WHAT NEEDS TO BE DONE |
Reproduce the entries below character for character.

[Stored data]
Segment Open
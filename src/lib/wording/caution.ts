import type { Caution } from '../calculation/types';
import { britishEnglish, type Catalogue } from './catalogue';

/** Bold first words of a caution: its subject, or its level where the code is not known here. */
export function cautionLead(caution: Pick<Caution, 'code' | 'level'>, catalogue?: Catalogue): string {
	const words = catalogue ?? britishEnglish;
	return words.cautions[caution.code] ?? words.cautionLevels[caution.level];
}
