import { redirect } from '@sveltejs/kit';
import { can } from '$lib/server/access/can';
import { orHttpError } from '$lib/server/http/errors';
import { orFormFault, typedValues } from '$lib/server/http/forms';
import { deleteReport, restoreReport, saveReport } from '$lib/server/reports/change';
import { dutiesOf, issueOf } from '$lib/server/reports/issue';
import { getReport, runChoices } from '$lib/server/reports/load';
import { requestPreview } from '$lib/server/reports/preview';
import { placeLink } from '$lib/server/reports/places';
import type { Actions, PageServerLoad } from './$types';

export const load: PageServerLoad = async ({ locals, params }) => {
	const report = await orHttpError(getReport(locals.membership, params.id));
	const open = report.state === 'draft' || report.state === 'returned';
	const runs = await orHttpError(runChoices(locals.membership, report.dossier.id, report.runIds));
	const duties = open ? await orHttpError(dutiesOf(locals.membership, report)) : [];
	const { id, title, client, clientContact } = report.dossier;
	return {
		report: { ...report, dossier: { id, title, client, clientContact } },
		open,
		runs,
		duties: duties.map((duty) => ({ message: duty.message, href: placeLink(duty.place, report, runs) })),
		issue: await orHttpError(issueOf(locals.membership, report)),
		mayWrite: can(locals.membership, 'report.write'),
		mayIssue: can(locals.membership, 'report.issue')
	};
};

function changeFrom(form: FormData): unknown {
	const field = (name: string) => String(form.get(name) ?? '').replace(/\r\n/g, '\n');
	return {
		title: field('title'),
		text: {
			question: field('question'),
			background: field('background'),
			answer: field('answer'),
			commentary: field('commentary'),
			leftOut: field('leftOut'),
			commissionedBy: field('commissionedBy'),
			withoutAddressee: form.get('withoutAddressee') === 'yes'
		},
		runIds: form.getAll('runIds').map(String),
		baseVersion: Number(form.get('version'))
	};
}

export const actions: Actions = {
	save: async (event) => {
		const { locals, params, request } = event;
		const form = await request.formData();
		const values = typedValues(form);
		const outcome = await orFormFault(
			event,
			saveReport(locals.membership, params.id, changeFrom(form)),
			values
		);
		if ('fault' in outcome) return outcome.fault;
		const next = form.get('next');
		if (next === 'issue') redirect(303, `/reports/${params.id}/issue`);
		if (next !== 'preview') return { saved: true, version: outcome.data };
		const preview = await orFormFault(event, requestPreview(locals.membership, params.id), values);
		if ('fault' in preview) return preview.fault;
		redirect(303, `/reports/${params.id}/previews/${preview.data}`);
	},
	delete: async ({ locals, params }) => {
		const { dossierId } = await orHttpError(deleteReport(locals.membership, params.id));
		redirect(303, `/dossiers/${dossierId}?deleted-report=${params.id}#reports`);
	},
	undo: async ({ locals, params }) => {
		await orHttpError(restoreReport(locals.membership, params.id));
		redirect(303, `/reports/${params.id}`);
	}
};
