import { describe, expect, it } from 'vitest';
import { compute } from '../calculation';
import { chooseMethod, newDraft } from '../calculation/new-draft';
import { methodById } from '../methods';
import { answerView, emptyAnswer } from './answer-view';

const method = methodById('sunlit-equilibrium');
if (method === undefined) throw new Error('no method');
const draft = { ...chooseMethod(newDraft('find-value'), method), temperatureUnit: 'K' as const };

async function view(
	inputs: Record<string, { value: number; distribution?: { type: 'normal'; standardUncertainty: number } }>
) {
	if (method === undefined) throw new Error('no method');
	return answerView(
		draft,
		method,
		await compute({ method: method.id, inputs, evaluation: { trials: 10_000 } })
	);
}

describe('the running answer', () => {
	const bright = {
		irradiance: { value: 1361 },
		bondAlbedo: { value: 0.12, distribution: { type: 'normal' as const, standardUncertainty: 0.01 } },
		emissivity: { value: 0.95 }
	};

	it('says what it averages, how sure it is, and which assumption causes that', async () => {
		const answer = await view(bright);
		expect(answer.label).toContain('sunlit');
		expect(answer.averages).toContain('sunlit hemisphere');
		expect(answer.value).toMatch(/^308\.\d+\u00a0K$/);
		expect(answer.spread).toMatch(/^standard uncertainty/);
		expect(answer.interval).toMatch(/interval .* to /);
		expect(answer.shares.bondAlbedo).toBeCloseTo(1, 6);
	});

	it('gathers the outputs that wait for one input into one line', async () => {
		const waiting = (await view(bright)).others.filter(({ value }) => value.startsWith('needs'));
		expect(waiting).toEqual([
			{ label: expect.stringMatching(/ and 2 more$/) as string, value: 'needs the night-side temperature' }
		]);
		const night = await view({ ...bright, nightTemperature: { value: 100 } });
		expect(night.others.filter(({ value }) => value.startsWith('needs'))).toEqual([]);
		expect(night.others).toHaveLength(method.outputs.length - 1);
	});

	it('keeps the faults of an unreadable draft by field', () => {
		expect(emptyAnswer(draft, method, { 'in.bondAlbedo.value': 'not a number' })).toMatchObject({
			shares: {},
			faults: { 'in.bondAlbedo.value': 'not a number' }
		});
	});
});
Segment Closed
SOLUTION TO THIS EXERCISE |
filename src/lib/wording/caution.ts
import type { Caution } from '../calculation/types';
import { britishEnglish, type Catalogue } from './catalogue';

/** Bold first words of a caution: its subject, or its level where the code is not known here. */
export function cautionLead(caution: Pick<Caution, 'code' | 'level'>, catalogue?: Catalogue): string {
	const words = catalogue ?? britishEnglish;
	return words.cautions[caution.code] ?? words.cautionLevels[caution.level];
}
import { redirect } from '@sveltejs/kit';
import { can } from '$lib/server/access/can';
import { orHttpError } from '$lib/server/http/errors';
import { orFormFault, typedValues } from '$lib/server/http/forms';
import { deleteReport, restoreReport, saveReport } from '$lib/server/reports/change';
import { dutiesOf, issueOf } from '$lib/server/reports/issue';
import { getReport, runChoices } from '$lib/server/reports/load';
import { requestPreview } from '$lib/server/reports/preview';
import { placeLink } from '$lib/server/reports/places';
import type { Actions, PageServerLoad } from './$types';

export const load: PageServerLoad = async ({ locals, params }) => {
	const report = await orHttpError(getReport(locals.membership, params.id));
	const open = report.state === 'draft' || report.state === 'returned';
	const runs = await orHttpError(runChoices(locals.membership, report.dossier.id, report.runIds));
	const duties = open ? await orHttpError(dutiesOf(locals.membership, report)) : [];
	const { id, title, client, clientContact } = report.dossier;
	return {
		report: { ...report, dossier: { id, title, client, clientContact } },
		open,
		runs,
		duties: duties.map((duty) => ({ message: duty.message, href: placeLink(duty.place, report, runs) })),
		issue: await orHttpError(issueOf(locals.membership, report)),
		mayWrite: can(locals.membership, 'report.write'),
		mayIssue: can(locals.membership, 'report.issue')
	};
};

function changeFrom(form: FormData): unknown {
	const field = (name: string) => String(form.get(name) ?? '').replace(/\r\n/g, '\n');
	return {
		title: field('title'),
		text: {
			question: field('question'),
			background: field('background'),
			answer: field('answer'),
			commentary: field('commentary'),
			leftOut: field('leftOut'),
			commissionedBy: field('commissionedBy'),
			withoutAddressee: form.get('withoutAddressee') === 'yes'
		},
		runIds: form.getAll('runIds').map(String),
		baseVersion: Number(form.get('version'))
	};
}

export const actions: Actions = {
	save: async (event) => {
		const { locals, params, request } = event;
		const form = await request.formData();
		const values = typedValues(form);
		const outcome = await orFormFault(
			event,
			saveReport(locals.membership, params.id, changeFrom(form)),
			values
		);
		if ('fault' in outcome) return outcome.fault;
		const next = form.get('next');
		if (next === 'issue') redirect(303, `/reports/${params.id}/issue`);
		if (next !== 'preview') return { saved: true, version: outcome.data };
		const preview = await orFormFault(event, requestPreview(locals.membership, params.id), values);
		if ('fault' in preview) return preview.fault;
		redirect(303, `/reports/${params.id}/previews/${preview.data}`);
	},
	delete: async ({ locals, params }) => {
		const { dossierId } = await orHttpError(deleteReport(locals.membership, params.id));
		redirect(303, `/dossiers/${dossierId}?deleted-report=${params.id}#reports`);
	},
	undo: async ({ locals, params }) => {
		await orHttpError(restoreReport(locals.membership, params.id));
		redirect(303, `/reports/${params.id}`);
	}
};
import { describe, expect, it } from 'vitest';
import { compute } from '../calculation';
import { chooseMethod, newDraft } from '../calculation/new-draft';
import { methodById } from '../methods';
import { answerView, emptyAnswer } from './answer-view';

const method = methodById('sunlit-equilibrium');
if (method === undefined) throw new Error('no method');
const draft = { ...chooseMethod(newDraft('find-value'), method), temperatureUnit: 'K' as const };

async function view(
	inputs: Record<string, { value: number; distribution?: { type: 'normal'; standardUncertainty: number } }>
) {
	if (method === undefined) throw new Error('no method');
	return answerView(
		draft,
		method,
		await compute({ method: method.id, inputs, evaluation: { trials: 10_000 } })
	);
}

describe('the running answer', () => {
	const bright = {
		irradiance: { value: 1361 },
		bondAlbedo: { value: 0.12, distribution: { type: 'normal' as const, standardUncertainty: 0.01 } },
		emissivity: { value: 0.95 }
	};

	it('says what it averages, how sure it is, and which assumption causes that', async () => {
		const answer = await view(bright);
		expect(answer.label).toContain('sunlit');
		expect(answer.averages).toContain('sunlit hemisphere');
		expect(answer.value).toMatch(/^308\.\d+\u00a0K$/);
		expect(answer.spread).toMatch(/^standard uncertainty/);
		expect(answer.interval).toMatch(/interval .* to /);
		expect(answer.shares.bondAlbedo).toBeCloseTo(1, 6);
	});

	it('gathers the outputs that wait for one input into one line', async () => {
		const waiting = (await view(bright)).others.filter(({ value }) => value.startsWith('needs'));
		expect(waiting).toEqual([
			{ label: expect.stringMatching(/ and 2 more$/) as string, value: 'needs the night-side temperature' }
		]);
		const night = await view({ ...bright, nightTemperature: { value: 100 } });
		expect(night.others.filter(({ value }) => value.startsWith('needs'))).toEqual([]);
		expect(night.others).toHaveLength(method.outputs.length - 1);
	});

	it('keeps the faults of an unreadable draft by field', () => {
		expect(emptyAnswer(draft, method, { 'in.bondAlbedo.value': 'not a number' })).toMatchObject({
			shares: {},
			faults: { 'in.bondAlbedo.value': 'not a number' }
		});
	});
});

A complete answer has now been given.